---- RECORDED DATA

def _run_task(task: _Task, parallel: bool) -> _Chunk:
    """Run one chunk: a batch integration (or patient by patient for target-mode plans)."""
    sc = task.scenario
    names = tuple(dict.fromkeys((*task.series, *_NEEDED)))
    if _has_targets(sc.plan):
        t_out = output_times(sc.plan.duration_min, task.output_interval_min, sc.plan.step_times)
        results = [simulate(p, sc.circuit, sc.plan, vaporizer=sc.vaporizer,
                            absorber=sc.absorber, output_interval_min=task.output_interval_min,
                            rtol=task.rtol) for p in task.patients]
        curves = {k: np.stack([np.interp(t_out, r.time_min, SERIES[k].values(r))
                               for r in results]) for k in names}
        ends = {k: np.array([fn(r) for r in results], dtype=float) for k, fn in _END.items()}
    else:
        batch = simulate_batch(task.patients, sc.circuit, sc.plan, vaporizer=sc.vaporizer,
                               absorber=sc.absorber,
                               output_interval_min=task.output_interval_min, rtol=task.rtol,
                               parallel=parallel)
        t_out = batch.time_min
        curves = {k: np.ascontiguousarray(SERIES[k].values(batch), dtype=float) for k in names}
        ends = {k: np.asarray(fn(batch), dtype=float) for k, fn in _END.items()}
    outcomes = _outcomes(t_out, curves, ends, sc, task.gwp_horizon, task.target_basis)
    return _Chunk(t_out, {k: curves[k] for k in task.series}, outcomes)


def _co2e(grams: np.ndarray, gas: str, horizon: int) -> np.ndarray:
    value = gwp(gas, horizon)
    out = [co2_equivalent_kg(float(g), value) for g in grams]
    return np.array([math.nan if v is None else v for v in out])


def _outcomes(t: np.ndarray, curves: dict[str, np.ndarray], ends: dict[str, np.ndarray],
              scenario: Scenario, horizon: int, basis: str) -> dict[str, np.ndarray]:
    depth = curves["end_tidal_total_mac" if basis == "total" else "end_tidal_agent_mac"]
    fio2 = curves["fio2"]
    target = scenario.report.target_end_tidal_mac
    threshold = scenario.report.fio2_threshold
    reached = [time_to_reach(t, depth[b], target) for b in range(depth.shape[0])]
    agent_co2e = _co2e(ends["agent_delivered_g"], scenario.vaporizer.agent, horizon)
    n2o_co2e = _co2e(ends["n2o_delivered_g"], "nitrous_oxide", horizon)
    return {
        "time_to_target_min": np.array([math.nan if r is None else r for r in reached]),
        "end_tidal_mac_at_end": depth[:, -1],
        "lowest_fio2": fio2.min(axis=1),
        "minutes_below_fio2_threshold": np.array(
            [minutes_below(t, fio2[b], threshold) for b in range(fio2.shape[0])]),
        "agent_delivered_ml": ends["agent_delivered_ml"],
        "agent_delivered_g": ends["agent_delivered_g"],
        "n2o_delivered_g": ends["n2o_delivered_g"],
        "co2e_agent_kg": agent_co2e,
        "co2e_n2o_kg": n2o_co2e,
        "co2e_kg": agent_co2e + n2o_co2e,
        "absorbent_used_percent": ends["absorbent_used_percent"],
    }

--------

BRIEF:
In the entries above, the lines from the one bearing "curves[k] for k" up to and including the one bearing "target = scenario.report.target_end_tidal_mac" should be transcribed exactly; no other line is wanted.

ANSWER SECTION:
    return _Chunk(t_out, {k: curves[k] for k in task.series}, outcomes)


def _co2e(grams: np.ndarray, gas: str, horizon: int) -> np.ndarray:
    value = gwp(gas, horizon)
    out = [co2_equivalent_kg(float(g), value) for g in grams]
    return np.array([math.nan if v is None else v for v in out])


def _outcomes(t: np.ndarray, curves: dict[str, np.ndarray], ends: dict[str, np.ndarray],
              scenario: Scenario, horizon: int, basis: str) -> dict[str, np.ndarray]:
    depth = curves["end_tidal_total_mac" if basis == "total" else "end_tidal_agent_mac"]
    fio2 = curves["fio2"]
    target = scenario.report.target_end_tidal_mac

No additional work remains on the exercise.